START Source data
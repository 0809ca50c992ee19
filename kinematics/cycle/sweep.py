"""The cycle sweep: every pose of one driver turn at once, in closed form.

The dyad decomposition gives each group's position (circle-circle and
circle-line intersections) and its velocity and acceleration (the polygon
relations); all of it is numpy over the angles, no loop per angle. The
numeric solver checks the result in :func:`verify_sweep`, a separate call.
"""

from __future__ import annotations

import math
from dataclasses import dataclass

import numpy as np

from ..errors import CannotAssemble, KinematicsError, ParallelLines, SweepCancelled
from ..groups.base import Frame
from ..groups.decompose import decompose
from ..model.mechanism import Mechanism
from ..model.memo import frozen_fields
from ..solver.constraints import constraint_system, reference_driver_angle
from ..solver.mobility import require_ready
from ..solver.solve import DrivenSystem, newton, newton_tolerance, track

# About 100 bytes a pose per point: a million poses of a six-bar take about 1 GB.
MAX_STEPS = 1_000_000
# Dead points are looked for among at least this many poses of a turn ...
PROBE_STEPS = 3600
# ... and located to this fraction of a degree.
DEAD_POINT_RESOLUTION_DEG = 1e-9
EDGE_BATCH = 64  # angles placed together while closing in on a dead point
# A swept range stops this far short of a dead point, where velocities grow without bound.
DEAD_POINT_MARGIN_DEG = 1e-6


@dataclass(frozen=True)
class Sweep:
    """One driver turn (or its assemblable range), SI units.

    Attributes
    ----------
    driver_angle_deg : (N,) driver angles in the order swept.
    point_names : order of the point axis below.
    positions, velocities, accelerations, jerks : (N, n, 2) arrays, m, m/s, m/s², m/s³.
    link_angle_deg, angular_velocity, angular_acceleration, angular_jerk : link -> (N,) arrays
        (°, rad/s, rad/s², rad/s³).
    sliding_velocity, sliding_acceleration, sliding_jerk : slide -> (N,) arrays (m/s, m/s², m/s³).
    full_turn : the driver turns fully; otherwise ``range_deg`` gives its dead points.
    closes : one turn brings the linkage back to its first pose.
    time_s : (N,) time from the first pose at constant speed, or None when the driver accelerates.
    driver_length_m : (N,) a cylinder driver's lengths (m), the swept parameter, or None for a rotary
        driver; ``driver_angle_deg`` is then the direction of the cylinder's axis.

    The arrays are read-only and the dictionaries read-only mappings: a Sweep is a value.
    """

    mechanism: Mechanism
    driver_angle_deg: np.ndarray
    point_names: tuple
    positions: np.ndarray
    velocities: np.ndarray
    accelerations: np.ndarray
    link_angle_deg: dict
    angular_velocity: dict
    angular_acceleration: dict
    sliding_velocity: dict
    sliding_acceleration: dict
    jerks: np.ndarray
    angular_jerk: dict
    sliding_jerk: dict
    full_turn: bool
    range_deg: tuple
    closes: bool
    time_s: np.ndarray | None
    warnings: tuple = ()
    driver_length_m: np.ndarray | None = None

    def __post_init__(self):
        frozen_fields(self)


def _place(mech, decomposition, angles_rad) -> Frame:
    """Positions at every angle; poses that cannot assemble are marked ``invalid``."""
    frame = Frame.start(mech, angles_rad, strict=False)
    for group in decomposition.chain:
        group.position(frame)
    return frame


def _move(frame: Frame, decomposition) -> Frame:
    """Velocities, accelerations and jerks of a placed frame, group after group."""
    for group in decomposition.chain:
        group.velocity(frame)
    for group in decomposition.chain:
        group.acceleration(frame)
    for group in decomposition.chain:
        group.jerk(frame)
    return frame


def _assemblable(mech, decomposition, angles_rad):
    return ~_place(mech, decomposition, angles_rad).invalid


def _edge(mech, decomposition, good, bad):
    """The dead point between an assemblable angle and a failing one, to DEAD_POINT_RESOLUTION_DEG:
    EDGE_BATCH angles between them are placed at once, and the interval shrinks to the first step
    that fails (from a probe's 0.1° to 1e-9° in five batches instead of twenty-seven halvings)."""
    while abs(bad - good) > math.radians(DEAD_POINT_RESOLUTION_DEG):
        trial = np.linspace(good, bad, EDGE_BATCH + 2)
        ok = _assemblable(mech, decomposition, trial[1:-1])
        first_bad = int(np.argmin(ok)) + 1 if not ok.all() else EDGE_BATCH + 1
        good, bad = float(trial[first_bad - 1]), float(trial[first_bad])
    return good


def reference_angle_deg(mech: Mechanism) -> float:
    """The driver angle of the reference pose, degrees (the solver's own definition)."""
    return math.degrees(reference_driver_angle(constraint_system(mech)))


def driver_range(mech: Mechanism, decomposition=None, probe_steps=None, ok=None):
    """(full_turn, (low_deg, high_deg)): the dead points around the reference pose
    (low < θ_ref < high), or the full turn from θ_ref. ``ok`` may give the
    assemblable mask of ``probe_steps`` equal CCW steps from θ_ref."""
    decomposition = decomposition or decompose(mech)
    probe_steps = probe_steps or PROBE_STEPS
    theta_ref = math.radians(reference_angle_deg(mech))
    offsets = np.linspace(0.0, 2 * math.pi, probe_steps, endpoint=False)
    if ok is None:
        ok = _assemblable(mech, decomposition, theta_ref + offsets)
    if ok.all():
        return True, (math.degrees(theta_ref), math.degrees(theta_ref) + 360.0)
    if not ok[0]:
        raise CannotAssemble("the linkage cannot assemble in its own reference pose", "reference pose")
    failing = np.flatnonzero(~ok)
    first_bad, last_bad = int(failing[0]), int(failing[-1])  # nearest failing probes CCW and CW of the reference
    high = _edge(mech, decomposition, theta_ref + offsets[first_bad - 1], theta_ref + offsets[first_bad])
    # The reference pose itself may be the dead point (the last probe before it fails).
    good_low = theta_ref + (offsets[last_bad + 1] - 2 * math.pi if last_bad + 1 < probe_steps else 0.0)
    low = _edge(mech, decomposition, good_low, theta_ref + offsets[last_bad] - 2 * math.pi)
    return False, (math.degrees(low), math.degrees(high))


# A group whose nearness peaks above this between probes is examined for a change point.
CHANGE_POINT_SUSPECT = 0.999
# A group whose refined nearness reaches 1 within this is passing straight: a change point.
CHANGE_POINT_TOUCH = 1e-10
# The search's fixed budget: at most this many suspect peaks a group (the nearest to straight) ...
CHANGE_POINT_SUSPECTS = 16
# ... each bracket sampled at this many angles a round, all brackets of all groups placed at once ...
CHANGE_POINT_BATCH = 16
# ... for this many rounds: a bracket of two probe steps shrinks (BATCH + 1) / 2 = 8.5 times a round,
# from 0.2° to about 1e-10°, where a dyad 1e-10 of straight is told from one passing straight.
CHANGE_POINT_ROUNDS = 10


def _suspects(nearness, inside) -> np.ndarray:
    """Indices of the probes where ``nearness`` peaks above the suspect level, nearest first, at most
    CHANGE_POINT_SUSPECTS of them (a plateau near straight would otherwise make every probe one)."""
    peaks = np.flatnonzero(inside & (nearness >= np.roll(nearness, 1)) & (nearness >= np.roll(nearness, -1))
                           & (nearness > CHANGE_POINT_SUSPECT))
    return peaks[np.argsort(-nearness[peaks], kind="stable")[:CHANGE_POINT_SUSPECTS]]


def change_points(mech: Mechanism, decomposition, angles_deg: np.ndarray, probe: Frame) -> list:
    """(group name, driver angle °) where a dyad passes straight inside the assemblable range.

    There its two closed-form branches meet: the motion may go on along either, and the
    construction lines are parallel. ``probe`` is the placement at the equally spaced
    ``angles_deg``; each suspect peak of its nearness is bracketed by its neighbours and the
    brackets are narrowed together, CHANGE_POINT_ROUNDS placements in all whatever the design."""
    ok = ~np.asarray(probe.invalid, dtype=bool)
    # A pose next to one that cannot assemble is at the end of the range: a dead point, not a change point.
    inside = ok & np.roll(ok, 1) & np.roll(ok, -1)
    step = abs(angles_deg[1] - angles_deg[0])
    names, centres = [], []
    for name, nearness in probe.nearness.items():
        for k in _suspects(np.nan_to_num(np.asarray(nearness, float), nan=0.0), inside):
            names.append(name)
            centres.append(angles_deg[k])
    if not names:
        return []
    centres = np.array(centres)
    low, high = centres - step, centres + step
    fractions = np.linspace(0.0, 1.0, CHANGE_POINT_BATCH + 2)
    rows = np.arange(len(names))
    for _ in range(CHANGE_POINT_ROUNDS):
        trial = low[:, None] + (high - low)[:, None] * fractions  # (suspects, BATCH + 2)
        frame = _place(mech, decomposition, np.radians(trial.ravel()))
        near = np.stack([np.asarray(frame.nearness[name], float).reshape(trial.shape)[i]
                         for i, name in enumerate(names)])
        near = np.where(np.isfinite(near) & ~frame.invalid.reshape(trial.shape), near, -1.0)
        best = np.argmax(near, axis=1)
        best_near = near[rows, best]
        best_angle = trial[rows, best]
        low = trial[rows, np.maximum(best - 1, 0)]
        high = trial[rows, np.minimum(best + 1, CHANGE_POINT_BATCH + 1)]
    return [(name, float(angle)) for name, angle, value in zip(names, best_angle, best_near, strict=True)
            if value >= 1.0 - CHANGE_POINT_TOUCH]


# A sweep with a progress callback reports after every chunk of this many poses.
PROGRESS_CHUNK = 10_000


def _columns(mech: Mechanism, frame: Frame) -> dict:
    """The frame's results as arrays over the angles: (N, n, 2) for points, (N,) for the rest."""
    names = tuple(mech.points)
    count = len(np.atleast_1d(frame.pos[names[0]]))

    def stack(values):
        # A (N, n) complex array viewed as (N, n, 2) floats: x and y without a copy.
        return np.stack([values[n] for n in names], axis=1).view(np.float64).reshape(count, len(names), 2)

    columns = {"positions": stack(frame.pos), "velocities": stack(frame.vel), "accelerations": stack(frame.acc),
               "jerks": stack(frame.jerk)}
    for link, pts in mech.links.items():
        columns[("angle", link)] = np.degrees(np.angle(frame.pos[pts[1]] - frame.pos[pts[0]]))
        columns[("omega", link)] = np.asarray(frame.omega[link], float)
        columns[("alpha", link)] = np.asarray(frame.alpha[link], float)
        columns[("jerk", link)] = np.asarray(frame.angular_jerk[link], float)
    for slide in mech.slides:
        columns[("slide_v", slide)] = np.asarray(frame.sliding_velocity[slide], float)
        columns[("slide_a", slide)] = np.asarray(frame.sliding_acceleration[slide], float)
        columns[("slide_j", slide)] = np.asarray(frame.sliding_jerk[slide], float)
    return columns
END Source data
Where the line holding "mechanism: Mechanism" appears in the listing above, start reproducing exactly, and end with the line holding "def _move(frame: Frame, decomposition)".

Task output >>
    mechanism: Mechanism
    driver_angle_deg: np.ndarray
    point_names: tuple
    positions: np.ndarray
    velocities: np.ndarray
    accelerations: np.ndarray
    link_angle_deg: dict
    angular_velocity: dict
    angular_acceleration: dict
    sliding_velocity: dict
    sliding_acceleration: dict
    jerks: np.ndarray
    angular_jerk: dict
    sliding_jerk: dict
    full_turn: bool
    range_deg: tuple
    closes: bool
    time_s: np.ndarray | None
    warnings: tuple = ()
    driver_length_m: np.ndarray | None = None

    def __post_init__(self):
        frozen_fields(self)


def _place(mech, decomposition, angles_rad) -> Frame:
    """Positions at every angle; poses that cannot assemble are marked ``invalid``."""
    frame = Frame.start(mech, angles_rad, strict=False)
    for group in decomposition.chain:
        group.position(frame)
    return frame


def _move(frame: Frame, decomposition) -> Frame:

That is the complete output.